EXERCISE REQUIREMENTS: If a line of the data contains the word "toLowerCase", it is counted; report how many such lines there are and nothing else.

INPUT DATA:
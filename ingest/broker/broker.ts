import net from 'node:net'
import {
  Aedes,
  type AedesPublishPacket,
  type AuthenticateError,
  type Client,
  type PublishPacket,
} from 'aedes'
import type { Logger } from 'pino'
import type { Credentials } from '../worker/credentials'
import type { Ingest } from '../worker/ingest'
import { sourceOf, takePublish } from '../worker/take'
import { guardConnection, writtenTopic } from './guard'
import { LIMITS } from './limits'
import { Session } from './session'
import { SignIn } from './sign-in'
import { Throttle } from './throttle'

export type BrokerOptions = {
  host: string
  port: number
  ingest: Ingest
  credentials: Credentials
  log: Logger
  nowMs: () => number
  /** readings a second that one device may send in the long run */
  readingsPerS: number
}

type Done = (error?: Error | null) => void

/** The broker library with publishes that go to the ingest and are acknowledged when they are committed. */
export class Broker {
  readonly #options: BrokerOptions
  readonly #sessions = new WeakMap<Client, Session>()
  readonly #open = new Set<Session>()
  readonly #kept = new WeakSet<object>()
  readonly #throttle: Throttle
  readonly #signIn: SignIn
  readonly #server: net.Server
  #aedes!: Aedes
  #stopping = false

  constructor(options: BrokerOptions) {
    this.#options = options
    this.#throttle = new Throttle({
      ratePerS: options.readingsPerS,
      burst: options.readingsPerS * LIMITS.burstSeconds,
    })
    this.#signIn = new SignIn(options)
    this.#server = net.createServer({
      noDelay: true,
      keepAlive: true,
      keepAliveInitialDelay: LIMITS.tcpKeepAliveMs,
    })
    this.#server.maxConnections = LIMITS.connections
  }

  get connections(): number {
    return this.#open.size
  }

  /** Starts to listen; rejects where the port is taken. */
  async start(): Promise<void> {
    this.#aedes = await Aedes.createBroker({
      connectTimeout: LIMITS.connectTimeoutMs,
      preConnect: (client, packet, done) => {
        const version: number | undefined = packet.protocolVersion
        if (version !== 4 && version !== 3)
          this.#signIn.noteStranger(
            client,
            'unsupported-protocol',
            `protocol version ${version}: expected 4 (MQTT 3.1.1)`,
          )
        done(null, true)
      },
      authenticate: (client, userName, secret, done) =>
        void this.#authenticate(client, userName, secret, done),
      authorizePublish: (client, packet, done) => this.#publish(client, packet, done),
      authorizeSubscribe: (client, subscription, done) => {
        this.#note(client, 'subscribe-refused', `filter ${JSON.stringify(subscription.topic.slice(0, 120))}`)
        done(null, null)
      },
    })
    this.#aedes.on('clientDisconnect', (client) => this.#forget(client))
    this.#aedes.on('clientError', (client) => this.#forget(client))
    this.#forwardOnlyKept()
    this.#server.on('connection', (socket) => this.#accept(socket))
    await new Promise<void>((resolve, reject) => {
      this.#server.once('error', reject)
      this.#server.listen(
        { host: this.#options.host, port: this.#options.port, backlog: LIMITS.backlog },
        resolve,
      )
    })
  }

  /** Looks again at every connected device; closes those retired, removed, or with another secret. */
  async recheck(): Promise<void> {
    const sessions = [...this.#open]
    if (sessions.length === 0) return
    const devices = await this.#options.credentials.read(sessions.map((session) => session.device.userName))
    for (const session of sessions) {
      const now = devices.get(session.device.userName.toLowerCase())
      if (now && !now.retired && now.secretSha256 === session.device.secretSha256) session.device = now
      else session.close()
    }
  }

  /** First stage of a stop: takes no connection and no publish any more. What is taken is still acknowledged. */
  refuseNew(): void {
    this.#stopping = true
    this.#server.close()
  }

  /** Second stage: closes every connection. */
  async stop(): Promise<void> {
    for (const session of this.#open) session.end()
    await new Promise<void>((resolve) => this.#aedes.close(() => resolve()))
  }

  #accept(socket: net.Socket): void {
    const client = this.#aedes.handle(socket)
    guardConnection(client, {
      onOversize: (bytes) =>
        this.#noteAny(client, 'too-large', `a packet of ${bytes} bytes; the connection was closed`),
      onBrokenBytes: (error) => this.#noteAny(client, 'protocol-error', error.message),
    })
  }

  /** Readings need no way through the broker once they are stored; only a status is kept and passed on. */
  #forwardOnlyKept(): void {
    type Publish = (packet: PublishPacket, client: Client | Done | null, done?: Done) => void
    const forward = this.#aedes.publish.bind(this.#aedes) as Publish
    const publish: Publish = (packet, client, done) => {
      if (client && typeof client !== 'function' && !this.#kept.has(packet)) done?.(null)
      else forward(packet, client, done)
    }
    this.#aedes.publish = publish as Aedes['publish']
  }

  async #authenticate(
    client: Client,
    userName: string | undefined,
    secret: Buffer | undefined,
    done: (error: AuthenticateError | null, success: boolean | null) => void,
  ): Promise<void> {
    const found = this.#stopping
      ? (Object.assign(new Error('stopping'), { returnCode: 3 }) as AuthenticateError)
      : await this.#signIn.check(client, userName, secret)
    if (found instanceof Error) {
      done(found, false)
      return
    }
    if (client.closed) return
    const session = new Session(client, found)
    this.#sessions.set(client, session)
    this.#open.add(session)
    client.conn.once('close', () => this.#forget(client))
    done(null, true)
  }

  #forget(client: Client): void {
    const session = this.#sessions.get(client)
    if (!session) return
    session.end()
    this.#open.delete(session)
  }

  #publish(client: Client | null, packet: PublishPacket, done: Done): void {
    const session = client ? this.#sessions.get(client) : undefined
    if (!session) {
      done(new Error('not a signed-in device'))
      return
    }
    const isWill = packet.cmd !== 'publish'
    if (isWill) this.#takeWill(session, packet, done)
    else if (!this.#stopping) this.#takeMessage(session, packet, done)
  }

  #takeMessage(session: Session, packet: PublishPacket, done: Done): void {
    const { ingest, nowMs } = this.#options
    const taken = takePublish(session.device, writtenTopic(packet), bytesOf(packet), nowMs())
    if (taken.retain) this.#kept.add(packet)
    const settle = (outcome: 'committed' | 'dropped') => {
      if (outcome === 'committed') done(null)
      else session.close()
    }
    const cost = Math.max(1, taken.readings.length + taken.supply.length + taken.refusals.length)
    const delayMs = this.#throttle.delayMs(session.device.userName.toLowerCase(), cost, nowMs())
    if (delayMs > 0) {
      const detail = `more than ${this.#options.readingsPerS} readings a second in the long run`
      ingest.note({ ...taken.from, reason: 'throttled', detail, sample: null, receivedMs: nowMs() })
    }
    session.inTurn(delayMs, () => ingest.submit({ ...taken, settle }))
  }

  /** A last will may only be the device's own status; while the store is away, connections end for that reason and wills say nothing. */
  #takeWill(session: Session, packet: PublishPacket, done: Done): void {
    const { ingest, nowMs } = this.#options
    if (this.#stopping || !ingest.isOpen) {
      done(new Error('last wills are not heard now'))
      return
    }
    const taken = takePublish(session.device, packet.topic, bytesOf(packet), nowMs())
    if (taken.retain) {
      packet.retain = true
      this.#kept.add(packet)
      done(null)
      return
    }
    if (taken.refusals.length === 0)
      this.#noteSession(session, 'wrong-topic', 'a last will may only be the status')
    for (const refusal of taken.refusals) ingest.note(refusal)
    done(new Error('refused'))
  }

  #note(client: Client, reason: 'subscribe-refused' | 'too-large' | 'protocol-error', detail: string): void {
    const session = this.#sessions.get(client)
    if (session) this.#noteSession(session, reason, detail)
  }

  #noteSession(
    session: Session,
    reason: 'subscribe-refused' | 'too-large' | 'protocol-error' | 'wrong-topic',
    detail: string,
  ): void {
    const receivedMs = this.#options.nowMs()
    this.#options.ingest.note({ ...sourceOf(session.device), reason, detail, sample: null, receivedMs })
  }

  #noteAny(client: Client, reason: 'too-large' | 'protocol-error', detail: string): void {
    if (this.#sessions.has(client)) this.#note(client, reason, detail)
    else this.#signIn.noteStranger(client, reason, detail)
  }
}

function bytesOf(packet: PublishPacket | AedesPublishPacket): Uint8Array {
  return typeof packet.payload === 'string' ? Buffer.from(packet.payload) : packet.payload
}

--

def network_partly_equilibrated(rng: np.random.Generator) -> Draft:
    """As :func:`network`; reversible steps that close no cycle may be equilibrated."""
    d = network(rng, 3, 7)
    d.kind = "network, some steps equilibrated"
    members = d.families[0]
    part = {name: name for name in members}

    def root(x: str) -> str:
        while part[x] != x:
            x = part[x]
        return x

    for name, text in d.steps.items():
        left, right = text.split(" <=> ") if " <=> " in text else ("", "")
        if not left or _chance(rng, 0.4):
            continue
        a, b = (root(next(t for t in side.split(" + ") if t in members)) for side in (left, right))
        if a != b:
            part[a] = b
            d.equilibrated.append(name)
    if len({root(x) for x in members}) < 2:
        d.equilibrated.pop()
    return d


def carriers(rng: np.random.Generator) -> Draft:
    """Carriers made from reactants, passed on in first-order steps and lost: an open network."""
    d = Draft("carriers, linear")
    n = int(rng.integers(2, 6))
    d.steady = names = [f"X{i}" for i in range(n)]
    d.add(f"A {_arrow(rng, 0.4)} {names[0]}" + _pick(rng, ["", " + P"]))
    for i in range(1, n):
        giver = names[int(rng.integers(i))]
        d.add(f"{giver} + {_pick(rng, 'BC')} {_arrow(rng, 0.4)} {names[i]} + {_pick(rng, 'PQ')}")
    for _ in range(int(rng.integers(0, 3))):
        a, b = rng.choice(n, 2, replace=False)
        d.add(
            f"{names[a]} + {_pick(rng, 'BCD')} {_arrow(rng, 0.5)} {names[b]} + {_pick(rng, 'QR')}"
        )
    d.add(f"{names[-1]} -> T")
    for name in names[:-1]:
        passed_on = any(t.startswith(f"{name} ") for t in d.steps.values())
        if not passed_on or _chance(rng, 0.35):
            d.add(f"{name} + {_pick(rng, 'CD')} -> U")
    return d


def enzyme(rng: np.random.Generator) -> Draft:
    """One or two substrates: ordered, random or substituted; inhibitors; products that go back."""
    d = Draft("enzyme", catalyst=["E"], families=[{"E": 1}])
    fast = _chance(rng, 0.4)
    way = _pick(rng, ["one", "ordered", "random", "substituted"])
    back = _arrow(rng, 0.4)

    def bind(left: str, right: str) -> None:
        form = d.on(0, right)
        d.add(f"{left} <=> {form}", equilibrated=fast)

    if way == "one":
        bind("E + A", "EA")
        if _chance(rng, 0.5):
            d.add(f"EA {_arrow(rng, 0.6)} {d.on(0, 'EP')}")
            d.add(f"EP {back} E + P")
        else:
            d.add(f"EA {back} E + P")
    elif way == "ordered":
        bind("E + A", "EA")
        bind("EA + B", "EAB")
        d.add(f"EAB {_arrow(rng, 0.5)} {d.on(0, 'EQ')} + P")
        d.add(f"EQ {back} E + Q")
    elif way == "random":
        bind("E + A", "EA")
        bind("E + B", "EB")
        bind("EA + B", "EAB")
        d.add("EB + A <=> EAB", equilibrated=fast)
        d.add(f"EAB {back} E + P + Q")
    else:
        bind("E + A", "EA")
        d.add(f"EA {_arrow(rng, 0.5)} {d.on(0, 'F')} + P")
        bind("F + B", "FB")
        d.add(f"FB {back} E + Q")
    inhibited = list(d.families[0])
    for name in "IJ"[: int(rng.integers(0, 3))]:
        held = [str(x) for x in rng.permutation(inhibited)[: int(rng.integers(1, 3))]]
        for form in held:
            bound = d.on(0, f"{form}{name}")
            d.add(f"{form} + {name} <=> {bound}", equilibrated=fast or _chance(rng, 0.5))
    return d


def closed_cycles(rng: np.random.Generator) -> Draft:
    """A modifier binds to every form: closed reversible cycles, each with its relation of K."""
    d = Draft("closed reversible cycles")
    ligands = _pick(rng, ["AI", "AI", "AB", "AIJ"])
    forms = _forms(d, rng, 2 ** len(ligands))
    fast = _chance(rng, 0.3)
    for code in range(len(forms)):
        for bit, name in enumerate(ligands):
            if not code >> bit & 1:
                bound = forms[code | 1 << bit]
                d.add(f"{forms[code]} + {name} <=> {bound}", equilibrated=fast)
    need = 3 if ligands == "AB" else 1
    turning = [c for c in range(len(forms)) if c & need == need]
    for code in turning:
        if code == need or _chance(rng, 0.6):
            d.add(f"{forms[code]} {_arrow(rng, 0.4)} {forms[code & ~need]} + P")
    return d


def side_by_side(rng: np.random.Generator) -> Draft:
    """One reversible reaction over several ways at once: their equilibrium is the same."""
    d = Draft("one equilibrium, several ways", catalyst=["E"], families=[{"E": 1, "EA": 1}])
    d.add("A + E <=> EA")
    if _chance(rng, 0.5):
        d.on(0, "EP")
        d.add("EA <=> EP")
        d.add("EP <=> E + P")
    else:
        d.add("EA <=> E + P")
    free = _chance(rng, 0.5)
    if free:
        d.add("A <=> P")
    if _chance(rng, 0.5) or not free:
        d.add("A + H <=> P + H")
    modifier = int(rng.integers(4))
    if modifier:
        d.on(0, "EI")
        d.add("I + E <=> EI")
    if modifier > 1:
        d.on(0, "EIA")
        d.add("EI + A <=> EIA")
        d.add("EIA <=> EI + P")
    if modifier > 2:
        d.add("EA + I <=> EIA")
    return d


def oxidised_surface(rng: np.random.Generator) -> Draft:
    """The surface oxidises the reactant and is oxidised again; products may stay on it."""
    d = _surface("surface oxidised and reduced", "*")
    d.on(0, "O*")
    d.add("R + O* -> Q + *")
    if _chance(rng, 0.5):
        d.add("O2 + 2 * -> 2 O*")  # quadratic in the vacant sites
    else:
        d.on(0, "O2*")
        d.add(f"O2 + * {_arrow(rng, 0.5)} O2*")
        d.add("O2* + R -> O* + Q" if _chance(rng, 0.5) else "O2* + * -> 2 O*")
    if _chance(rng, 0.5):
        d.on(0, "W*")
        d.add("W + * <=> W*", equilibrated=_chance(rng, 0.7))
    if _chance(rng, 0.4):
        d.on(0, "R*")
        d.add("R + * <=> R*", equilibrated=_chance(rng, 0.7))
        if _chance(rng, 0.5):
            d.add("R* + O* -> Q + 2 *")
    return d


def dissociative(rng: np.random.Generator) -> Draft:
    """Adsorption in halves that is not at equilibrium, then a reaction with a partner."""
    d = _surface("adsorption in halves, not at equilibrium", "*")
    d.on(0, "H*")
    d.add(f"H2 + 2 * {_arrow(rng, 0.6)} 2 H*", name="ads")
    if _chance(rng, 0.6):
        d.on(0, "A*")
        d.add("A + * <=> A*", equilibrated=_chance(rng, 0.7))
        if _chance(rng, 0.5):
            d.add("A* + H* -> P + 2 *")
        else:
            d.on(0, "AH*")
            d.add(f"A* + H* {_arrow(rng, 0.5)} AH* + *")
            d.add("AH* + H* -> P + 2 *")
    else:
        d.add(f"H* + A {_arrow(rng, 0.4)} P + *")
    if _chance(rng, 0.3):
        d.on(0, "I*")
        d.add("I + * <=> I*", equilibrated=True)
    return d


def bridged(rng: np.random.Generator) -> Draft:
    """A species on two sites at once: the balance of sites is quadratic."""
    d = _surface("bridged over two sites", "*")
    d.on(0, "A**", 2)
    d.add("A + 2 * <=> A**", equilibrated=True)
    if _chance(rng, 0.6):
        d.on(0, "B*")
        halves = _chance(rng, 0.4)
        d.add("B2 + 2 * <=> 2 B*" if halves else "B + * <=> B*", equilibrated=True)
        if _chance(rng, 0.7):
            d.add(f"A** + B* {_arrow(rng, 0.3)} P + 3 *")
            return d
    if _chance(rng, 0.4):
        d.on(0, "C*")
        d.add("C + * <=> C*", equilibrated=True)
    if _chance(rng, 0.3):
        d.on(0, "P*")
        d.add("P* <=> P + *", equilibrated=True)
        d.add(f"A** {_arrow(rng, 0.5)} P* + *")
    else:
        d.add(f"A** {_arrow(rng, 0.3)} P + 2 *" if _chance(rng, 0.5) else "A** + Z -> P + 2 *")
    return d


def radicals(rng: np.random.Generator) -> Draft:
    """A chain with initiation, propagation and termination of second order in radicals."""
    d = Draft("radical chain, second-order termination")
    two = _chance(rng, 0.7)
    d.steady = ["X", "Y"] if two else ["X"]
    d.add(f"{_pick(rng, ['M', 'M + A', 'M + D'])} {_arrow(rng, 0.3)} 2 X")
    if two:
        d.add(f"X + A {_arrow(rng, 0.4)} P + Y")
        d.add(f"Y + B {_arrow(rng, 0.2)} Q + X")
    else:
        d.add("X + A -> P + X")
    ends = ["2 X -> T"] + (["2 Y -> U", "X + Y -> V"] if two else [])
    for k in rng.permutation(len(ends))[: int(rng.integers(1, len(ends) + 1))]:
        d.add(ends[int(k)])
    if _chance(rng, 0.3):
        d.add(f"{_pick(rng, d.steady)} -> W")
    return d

YOUR RESPONSE: 2